==== Records provided
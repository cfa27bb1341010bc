import type { FieldDifference } from '../../fleet/edit-conflict/edit-conflict';
import { differencesOf } from '../../fleet/edit-conflict/edit-conflict';
import { detailsLabels } from '../details-fields/details-form';
import type { Person, PersonDetails } from '../people-api';

/** Where a person as somebody else saved them differs from what is being sent. */
export function differencesOfPerson(
  theirs: Person,
  mine: PersonDetails,
): readonly FieldDifference[] {
  const { name, locale, timeZone, homePostalCode } = theirs;
  return differencesOf({ name, locale, timeZone, homePostalCode }, mine, detailsLabels());
}
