import { describe, expect, it } from 'vitest';
import { checkRule } from '../../../shared/rules/check-rule.ts';
import { ruleSchema } from '../../../shared/rules/rule-schema.ts';
import { ruleTemplates } from '../../../shared/rules/templates/rule-templates.ts';
import { clauseOf, smallPlace } from '../../support/small-study.ts';

const ruleOf = (clause: Record<string, unknown>) => ({
  id: 'r',
  version: 1,
  title: 'Rule',
  clauses: [clauseOf(clause)],
});

/** The fields that the form of a rule refuses, each with a sentence. */
function refused(clause: Record<string, unknown>): string[] {
  const result = ruleSchema.safeParse(ruleOf(clause));
  return (result.error?.issues ?? []).map(({ path }) => path.join('.'));
}

const tromso = { longitude: 18.95, latitude: 69.65, timezone: 'Europe/Oslo', elevation: 0 };

/** The fields that are refused at a place. */
const refusedAt = (clause: Record<string, unknown>, place = smallPlace) =>
  checkRule(ruleSchema.parse(ruleOf(clause)), place, 2026).map(({ path }) => path);

describe('a rule that cannot be judged', () => {
  it.each<[string, Record<string, unknown>, string]>([
    ['no receptors', { receptors: { classes: [] } }, 'clauses.0.receptors.classes'],
    [
      'kinds of receptors beside a ring',
      { receptors: { classes: ['yard'], ring: { from: 5 } } },
      'clauses.0.receptors.classes',
    ],
    [
      'a ring turned inside out',
      { receptors: { ring: { from: 10, to: 5 } } },
      'clauses.0.receptors.ring.to',
    ],
    [
      'square metres of a window',
      { receptors: { classes: ['window'] }, measure: { kind: 'sun-area-hours' } },
      'clauses.0.measure.kind',
    ],
    [
      'square metres of a window in a limit',
      {
        receptors: { classes: ['window'] },
        limit: { atLeast: 40, measure: { kind: 'sun-area', hours: 1 } },
      },
      'clauses.0.limit.measure.kind',
    ],
    [
      'more hours than its window has',
      { measure: { kind: 'sun-share', hours: 5 }, limit: { atLeast: 0.5 } },
      'clauses.0.measure.hours',
    ],
    [
      'a share of fifty',
      { measure: { kind: 'sun-share', hours: 2 }, limit: { anyOf: [{ atLeast: 50 }] } },
      'clauses.0.limit.anyOf.0.atLeast',
    ],
    [
      'a day’s limit in a clause that adds up',
      {
        days: [{ year: true }],
        measure: { kind: 'beam-energy' },
        limit: { allOf: [{ keeps: 0.9 }, { atLeast: 2, measure: { kind: 'sun-hours' } }] },
      },
      'clauses.0.limit.allOf.1.measure.kind',
    ],
    [
      'hours at an instant, brought by a limit',
      {
        window: { basis: 'civil', from: '12:00', to: '12:00' },
        measure: { kind: 'shade-share' },
        limit: { atLeast: 1, measure: { kind: 'sun-hours' } },
      },
      'clauses.0.window.to',
    ],
    ['an unknown wall', { baseline: { wall: 3, with: ['trees'] } }, 'clauses.0.baseline'],
  ])('is refused for %s, with the field named', (_name, clause, path) => {
    expect(refused(clause).some((one) => one.startsWith(path))).toBe(true);
  });

  it('is not refused where its parts can be judged together', () => {
    expect(
      refused({
        receptors: { classes: ['window'] },
        measure: { kind: 'sun-share', hours: 4 },
        limit: { anyOf: [{ atLeast: 1 }, { keeps: 0.9, measure: { kind: 'beam-energy' } }] },
      }),
    ).toEqual([]);
    expect(refused({ receptors: { ring: { from: 5 } } })).toEqual([]);
  });
});

describe('a rule at a place', () => {
  it('is refused for a day on which the sun does not stand in its window', () => {
    expect(refusedAt({})).toEqual([]);
    expect(refusedAt({}, { ...smallPlace, ...tromso })).toEqual(['clauses.0.window']);
    expect(refusedAt({ window: { basis: 'standard', from: '01:00', to: '03:00' } })).toEqual([
      'clauses.0.window',
    ]);
    // The noon sun stands at 21.6° on the winter solstice at 45° N.
    expect(refusedAt({ minimumAltitude: 25 })).toEqual(['clauses.0.window']);
    // Of two days the one without sun is enough to refuse.
    const both = { days: [{ event: 'summer-solstice' }, { event: 'winter-solstice' }] };
    expect(refusedAt({ ...both, minimumAltitude: 25 })).toEqual(['clauses.0.window']);
  });

  it('lets a season have days without sun, though not all of them', () => {
    const polar = { ...smallPlace, ...tromso };
    expect(refusedAt({ days: [{ year: true }] }, polar)).toEqual([]);
    expect(refusedAt({ days: [{ from: '12-01', to: '01-10' }] }, polar)).toEqual([
      'clauses.0.window',
    ]);
  });

  it('is refused for a step that is longer than the time with sun in its window', () => {
    // Sunset on 21 December is at 16:14 by the clock here: 74 minutes from three on.
    const late = { window: { basis: 'civil', from: '15:00', to: '20:00' } };
    expect(refusedAt({ ...late, step: 60 })).toEqual([]);
    expect(refusedAt({ ...late, step: 90 })).toEqual(['clauses.0.step']);
  });

  it('may be of a single instant, which needs no step', () => {
    expect(
      refusedAt({
        window: { basis: 'civil', from: '12:00', to: '12:00' },
        step: 60,
        measure: { kind: 'shade-share' },
        limit: { atMost: 0.5 },
      }),
    ).toEqual([]);
  });

  it('can be every template', () => {
    for (const { rule } of ruleTemplates) expect(checkRule(rule, smallPlace, 2026)).toEqual([]);
    expect(new Set(ruleTemplates.map(({ id }) => id)).size).toBe(ruleTemplates.length);
  });
});
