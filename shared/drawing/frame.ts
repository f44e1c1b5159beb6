import type { Polygonal } from '../geometry/geojson-schema.ts';
import type { LocalPlane } from '../geometry/local-plane.ts';
import { projectPolygon } from '../geometry/project-polygon.ts';

/** x to the right and y downward, in px or points. */
export type SheetPoint = readonly [number, number];
/** Closed; its first point isn't repeated. */
export type SheetRing = readonly SheetPoint[];

/** A rectangle of ground on the local plane, in metres. */
export interface PlaneExtent {
  westM: number;
  southM: number;
  eastM: number;
  northM: number;
}

/** A map's frame: ground drawn to scale on a sheet, true north upward. */
export interface Frame {
  width: number;
  height: number;
  /** px (or points) of the sheet to a metre of ground. */
  pxPerM: number;
  toSheet: (xy: SheetPoint) => SheetPoint;
  /** The rings of a polygon on the sheet, cut off at the frame; for filling by the even-odd rule. */
  cutRings: (geometry: Polygonal) => SheetRing[];
}

/**
 * The smallest extent on a local plane that holds a box of longitude and latitude.
 *
 * @param extent west, south, east, north in degrees
 */
export function extentOnPlane(
  extent: readonly [number, number, number, number],
  plane: LocalPlane,
): PlaneExtent {
  const [west, south, east, north] = extent;
  const corners = [
    [west, south] as const,
    [east, south] as const,
    [east, north] as const,
    [west, north] as const,
  ].map((corner) => plane.toPlane(corner));
  return {
    westM: Math.min(...corners.map(([x]) => x)),
    southM: Math.min(...corners.map(([, y]) => y)),
    eastM: Math.max(...corners.map(([x]) => x)),
    northM: Math.max(...corners.map(([, y]) => y)),
  };
}

/** A frame of a given width; its height follows from the extent, so that both directions have one scale. */
export function createFrame(plane: LocalPlane, extent: PlaneExtent, width: number): Frame {
  const pxPerM = width / (extent.eastM - extent.westM);
  const height = (extent.northM - extent.southM) * pxPerM;
  const toSheet = ([x, y]: SheetPoint): SheetPoint => [
    (x - extent.westM) * pxPerM,
    (extent.northM - y) * pxPerM,
  ];
  return {
    width,
    height,
    pxPerM,
    toSheet,
    cutRings: (geometry) =>
      projectPolygon(geometry, plane)
        .map((ring) => cutRing(ring.map(toSheet), width, height))
        .filter((ring) => ring.length >= 3),
  };
}

/**
 * Cuts a ring to the rectangle from 0,0 to width,height (Sutherland and Hodgman 1974). A ring that
 * leaves the frame and comes back is joined along the frame's edge, which `outlinePath` leaves out.
 */
export function cutRing(ring: SheetRing, width: number, height: number): SheetRing {
  const sides: {
    inside: (p: SheetPoint) => boolean;
    cross: (a: SheetPoint, b: SheetPoint) => SheetPoint;
  }[] = [
    { inside: ([x]) => x >= 0, cross: (a, b) => crossAtX(a, b, 0) },
    { inside: ([x]) => x <= width, cross: (a, b) => crossAtX(a, b, width) },
    { inside: ([, y]) => y >= 0, cross: (a, b) => crossAtY(a, b, 0) },
    { inside: ([, y]) => y <= height, cross: (a, b) => crossAtY(a, b, height) },
  ];
  let points: SheetPoint[] = [...ring];
  for (const { inside, cross } of sides) {
    const kept: SheetPoint[] = [];
    let previous = points[points.length - 1];
    for (const point of points) {
      if (previous !== undefined && inside(previous) !== inside(point)) {
        kept.push(cross(previous, point));
      }
      if (inside(point)) kept.push(point);
      previous = point;
    }
    points = kept;
  }
  return points;
}

function crossAtX(a: SheetPoint, b: SheetPoint, x: number): SheetPoint {
  return [x, a[1] + ((b[1] - a[1]) * (x - a[0])) / (b[0] - a[0])];
}

function crossAtY(a: SheetPoint, b: SheetPoint, y: number): SheetPoint {
  return [a[0] + ((b[0] - a[0]) * (y - a[1])) / (b[1] - a[1]), y];
}
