import type { CivilTimeFormat } from './civil-time-format.ts';
import type { FigureFormat } from './figure-format.ts';
import { palette } from './palette.ts';
import { element, group, type Svg } from './svg.ts';
import { estimateTextWidth } from './text-width.ts';

/** What the title block of a map states. */
export interface TitleBlock {
  /** The case number, or the draft's key. */
  caseReference: string;
  revision: number;
  /** `sha256:…`; null where the drawing belongs to no finished study. */
  studyDigest: string | null;
  /** RFC 3339; null for a plan without a sun. */
  at: string | null;
  /** Clockwise from true north. */
  azimuthDeg: number | null;
  /** Apparent. */
  altitudeDeg: number | null;
}

/** A digest as people compare it: its first eight hexadecimal digits, `7f3a 91c2`. */
export function shortDigest(digest: string): string {
  const digits = digest.replace(/^sha256:/, '');
  return `${digits.slice(0, 4)} ${digits.slice(4, 8)}`;
}

/** The rows of a title block, two cells each; the same on screen, in SVG, PNG and PDF. */
export function titleBlockRows(
  block: TitleBlock,
  time: CivilTimeFormat,
  figures: FigureFormat,
): [string, string][] {
  const rows: [string, string][] = [
    [
      `${block.caseReference} · revision ${block.revision}`,
      block.studyDigest === null ? 'no study yet' : `study ${shortDigest(block.studyDigest)}`,
    ],
  ];
  if (block.at !== null) rows.push([time.date(block.at), time.clockWithZone(block.at)]);
  if (block.azimuthDeg !== null && block.altitudeDeg !== null) {
    rows.push([
      `sun ${figures.angle(block.azimuthDeg)} from north`,
      `${figures.angle(block.altitudeDeg)} high`,
    ]);
  }
  return rows;
}

/** Width and height that `drawTitleBlock` takes. */
export function measureTitleBlock(
  rows: readonly (readonly [string, string])[],
  fontSize: number,
): { width: number; height: number; firstColumn: number } {
  const column = (index: 0 | 1) =>
    Math.max(...rows.map((row) => estimateTextWidth(row[index], fontSize))) + fontSize * 1.4;
  const firstColumn = column(0);
  return { width: firstColumn + column(1), height: rows.length * fontSize * 1.8, firstColumn };
}

/** @param at the block's upper left corner */
export function drawTitleBlock(
  rows: readonly (readonly [string, string])[],
  at: readonly [number, number],
  fontSize: number,
): Svg {
  const { width, height, firstColumn } = measureTitleBlock(rows, fontSize);
  const [x, y] = at;
  const rowHeight = height / rows.length;
  const lines = rows.map((_, index) =>
    index === 0 ? '' : `M${x} ${y + index * rowHeight}h${width}`,
  );
  const cell = (text: string, left: number, index: number) =>
    element(
      'text',
      {
        x: left + fontSize * 0.7,
        y: y + index * rowHeight + rowHeight * 0.5 + fontSize * 0.36,
        'font-size': fontSize,
        fill: palette.ink,
      },
      text,
    );
  return group({ 'data-part': 'title-block' }, [
    element('rect', {
      x,
      y,
      width,
      height,
      fill: palette.paper,
      stroke: palette.ink,
      'stroke-width': 0.8,
    }),
    element('path', {
      d: `${lines.join('')}M${x + firstColumn} ${y}v${height}`,
      stroke: palette.ink,
      'stroke-width': 0.5,
      fill: 'none',
    }),
    ...rows.flatMap(([first, second], index) => [
      cell(first, x, index),
      cell(second, x + firstColumn, index),
    ]),
  ]);
}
========
- [What the exercise asks] Nothing but a number is expected here: say how many lines in the material hold "interface".

- [The answer] 3